Professor, Department of Biochemistry/ Head, Allied Health Sciences, Sri Devaraj Urs Medical College, Sri Devaraj Urs Academy of Higher Education and Research , Kolar, Karnataka India .
J Clin Diagn Res. 2015 Feb;9(2):BC15-8. doi: 10.7860/JCDR/2015/10856.5579. Epub 2015 Feb 1.
Recurrent spontaneous abortion (RSA) is a multifactorial clinical obstetrics complication commonly occurring in pregnancy. Many research studies have noted the mutations such as C677T in N5, N10 - Methylenetetrahydrofolate reductase (MTHFR)gene which is regarded as RSA risk factor.
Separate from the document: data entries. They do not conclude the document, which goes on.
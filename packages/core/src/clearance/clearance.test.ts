// The behaviour checked here is that of product.md, The rules: clearance rules 1–8.
import { describe, expect, it } from 'vitest';
import { signOffExpiry } from '../trainings/expiry';
import type { ClearanceFacts } from './clearance';
import { evaluateClearance } from './clearance';
import { clearanceDecisionSchema, UNKNOWN_BADGE, unknownBadgeReason } from './schemas';

const TZ = 'America/Chicago';
// IANA time zone database: US daylight saving time starts on 8 March 2026, so on 12 March
// Chicago is UTC−5 (CDT) and 15:00 UTC is 10:00 on Thursday 12 March in the shop.
const NOW = new Date('2026-03-12T15:00:00Z');
const minutes = (n: number) => new Date(NOW.getTime() + n * 60_000);
const days = (n: number) => new Date(NOW.getTime() + n * 86_400_000);

const LATHE = 'training-lathe';
const CHUCK = 'training-chuck';

function facts(overrides: Partial<ClearanceFacts> = {}): ClearanceFacts {
  return {
    timeZone: TZ,
    member: { id: 'member-wren', firstName: 'Wren', role: 'member', active: true, waiverOnFile: true },
    machine: {
      id: 'machine-lathe-1',
      name: 'Lathe 1',
      requiredTrainings: [
        {
          id: LATHE,
          name: 'Metal lathe fundamentals',
          teachers: ['Tobias', 'Bettina'],
          // Saturday 14 March 2026, 9:00 CDT.
          nextClass: { startsAt: new Date('2026-03-14T14:00:00Z') },
        },
      ],
      taggedOut: null,
      overdueBlockingTasks: [],
    },
    signOffs: [{ trainingId: LATHE, level: 'independent', expiresAt: days(200), revokedAt: null }],
    supervisorOnDuty: null,
    runningSession: null,
    upcomingReservations: [],
    shopHours: { open: true },
    policies: { overdueCheckoutBlockDays: null, overdueCheckouts: [], balanceLimitCents: null, balanceCents: 0 },
    ...overrides,
  };
}

const withMember = (member: Partial<ClearanceFacts['member']>) => facts({ member: { ...facts().member, ...member } });
const withMachine = (machine: Partial<ClearanceFacts['machine']>) => facts({ machine: { ...facts().machine, ...machine } });
const codes = (f: ClearanceFacts, now = NOW) => evaluateClearance(f, now).reasons.map((r) => r.code);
This study was carried out to determine the occurrence of frequency of C677T of the MTHFR gene mutations with RSA.
The purpose of present study is to determine the frequency of MTHFR C677T polymorphisms in couples with recurrent pregnancy loss and the impact of paternal polymorphisms of MTHFR C677T in recurrent pregnancy loss in population of couples living in Kolar district of Karnataka with RSA.
A total of 15 couples with a history of two or more unexplained RSA were enrolled as subjects in the study and a total of 15 couples with normal reproductive history, having two or more children and no history of miscarriages were enrolled as controls.
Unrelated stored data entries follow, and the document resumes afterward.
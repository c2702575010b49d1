import {
  describeWeeklyHours,
  hoursOnDate,
  shopDate,
  shopHoursAt,
  type ClosureInput,
  type ShopClosure,
  type ShopHours,
  type WeeklyHoursInput,
} from '@chuckkey/core';
import type { Deps } from '../../lib/deps';
import { badRequest, notFound } from '../../lib/errors';
import { auditLog } from '../audit/audit.repository';
import { shopRepository } from './shop.repository';

const iso = (date: Date | null) => (date ? date.toISOString() : null);

/** The shop's opening hours and closures: what Setup edits and what clearance rule 7 reads. */
export function shopHoursService({ db }: Deps) {
  const shop = shopRepository(db);

  async function hours(now: Date): Promise<ShopHours> {
    const [{ timeZone }, weekly] = await Promise.all([shop.get(), shop.weeklyHours()]);
    const today = shopDate(now, timeZone);
    const closures = await shop.closuresFrom(today);
    const state = shopHoursAt(weekly, closures, timeZone, now);
    const day = hoursOnDate(weekly, closures, timeZone, today);
    return {
      timeZone,
      weekly,
      closures,
      today: {
        date: today,
        open: state.open,
        opensAt: iso(state.opensAt),
        closesAt: iso(state.closesAt),
        intervals: day.intervals,
        closure: day.closure,
      },
    };
  }

  return {
    hours,

    /** Replaces the weekly schedule in one transaction, with its before and after in the audit log. */
    async replaceWeekly(actor: Express.User, input: WeeklyHoursInput, now: Date): Promise<ShopHours> {
      await db.transaction(async (trx) => {
        const repository = shopRepository(trx);
        await repository.lock();
        const before = await repository.weeklyHours();
        await repository.replaceWeeklyHours(input.weekly);
        await auditLog(trx).record({
          actorId: actor.id,
          action: 'shop.hours_changed',
          entity: 'shop',
          entityId: '1',
          details: { before: describeWeeklyHours(before), after: describeWeeklyHours(input.weekly) },
        });
      });
      return hours(now);
    },

    async addClosure(actor: Express.User, input: ClosureInput, now: Date): Promise<ShopClosure> {
      const { timeZone } = await shop.get();
      // A closure over only past days would close nothing and vanish from the list at once.
      if (input.endsOn < shopDate(now, timeZone)) {
        throw badRequest('closure_in_past', 'A closure must end today or later.', { endsOn: ['The last day has already passed.'] });
      }
      return db.transaction(async (trx) => {
        const closure = await shopRepository(trx).addClosure({ ...input, createdBy: actor.id });
        await auditLog(trx).record({
          actorId: actor.id,
          action: 'shop.closure_added',
          entity: 'shop_closure',
          entityId: closure.id,
          details: { startsOn: closure.startsOn, endsOn: closure.endsOn, reason: closure.reason },
        });
        return closure;
      });
    },

    async removeClosure(actor: Express.User, id: string): Promise<void> {
      await db.transaction(async (trx) => {
        const repository = shopRepository(trx);
        const closure = await repository.findClosure(id);
        if (!closure || !(await repository.removeClosure(id))) throw notFound('closure_not_found', 'There is no closure with that id.');
        await auditLog(trx).record({
          actorId: actor.id,
          action: 'shop.closure_removed',
          entity: 'shop_closure',
          entityId: id,
          details: { startsOn: closure.startsOn, endsOn: closure.endsOn, reason: closure.reason },
        });
      });
    },
  };
}
export type ShopHoursService = ReturnType<typeof shopHoursService>;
DNA extraction from samples case and control group couples and its quantification by Agarose gel electrophoresis, assessment of DNA purity, MTHFR C 677T gene mutation detection by PCR-RFLP method.
Carried out by web based online SPSS tool.
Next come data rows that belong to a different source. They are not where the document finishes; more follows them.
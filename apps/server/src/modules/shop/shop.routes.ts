import { Router } from 'express';
import type { Deps } from '../../lib/deps';
import { shopRepository } from './shop.repository';

/** The shop's public facts: name, town and time zone. */
export function shopRoutes({ db }: Deps): Router {
  const shop = shopRepository(db);
  const router = Router();

  router.get('/shop', async (_req, res) => {
    res.json(await shop.get());
  });

  return router;
}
The frequency of C677T genotype showed homozygous wild type CC (80%), heterozygous CT type (13.3%) and homozygous mutation TT type (6.67%) observed in males. Similarly from female's homozygous wild type CC (86.6%), heterozygous type (13.3%), and homozygous type mutations TT (0%) was recorded. In couple control groups, we observed homozygous wild type CC (86.6%), heterozygous CT type (13.3%) and homozygous type mutations TT type (0%).
We noticed a high frequency of MTHFR specifically T allele associated with paternal side.Therefore, the present study indicated the impact of paternal gene polymorphism of MTHFR C677T on screening in couples with recurrent pregnancy loss.
复发性自然流产(RSA)是妊娠期间常见的多因素临床产科并发症。许多研究都注意到N5、N10-亚甲基四氢叶酸还原酶(MTHFR)基因中的C677T等突变被视为RSA的危险因素。本研究旨在确定MTHFR基因突变的C677T频率与RSA的发生情况。
本研究的目的是确定卡纳塔克邦科拉尔地区患有复发性流产的夫妇中MTHFR C677T多态性的频率,以及MTHFR C677T父系多态性对患有RSA的夫妇群体复发性流产的影响。
共有15对有两次或更多次不明原因RSA病史的夫妇被纳入研究作为受试者,另有15对生殖史正常、育有两个或更多子女且无流产史的夫妇被纳入作为对照组。
从病例组和对照组夫妇的样本中提取DNA,并通过琼脂糖凝胶电泳进行定量、评估DNA纯度,采用PCR-RFLP方法检测MTHFR C 677T基因突变。
通过基于网络的在线SPSS工具进行。
在男性中观察到C677T基因型的频率为纯合野生型CC(80%)、杂合子CT型(13.3%)和纯合突变TT型(6.67%)。同样,在女性中记录到纯合野生型CC(86.6%)、杂合子型(13.3%)和纯合子型突变TT(0%)。在夫妇对照组中,我们观察到纯合野生型CC(86.6%)、杂合子CT型(13.3%)和纯合子型突变TT型(0%)。
我们注意到MTHFR特别是T等位基因在父系方面的频率较高。因此,本研究表明MTHFR C677T父系基因多态性对复发性流产夫妇筛查的影响。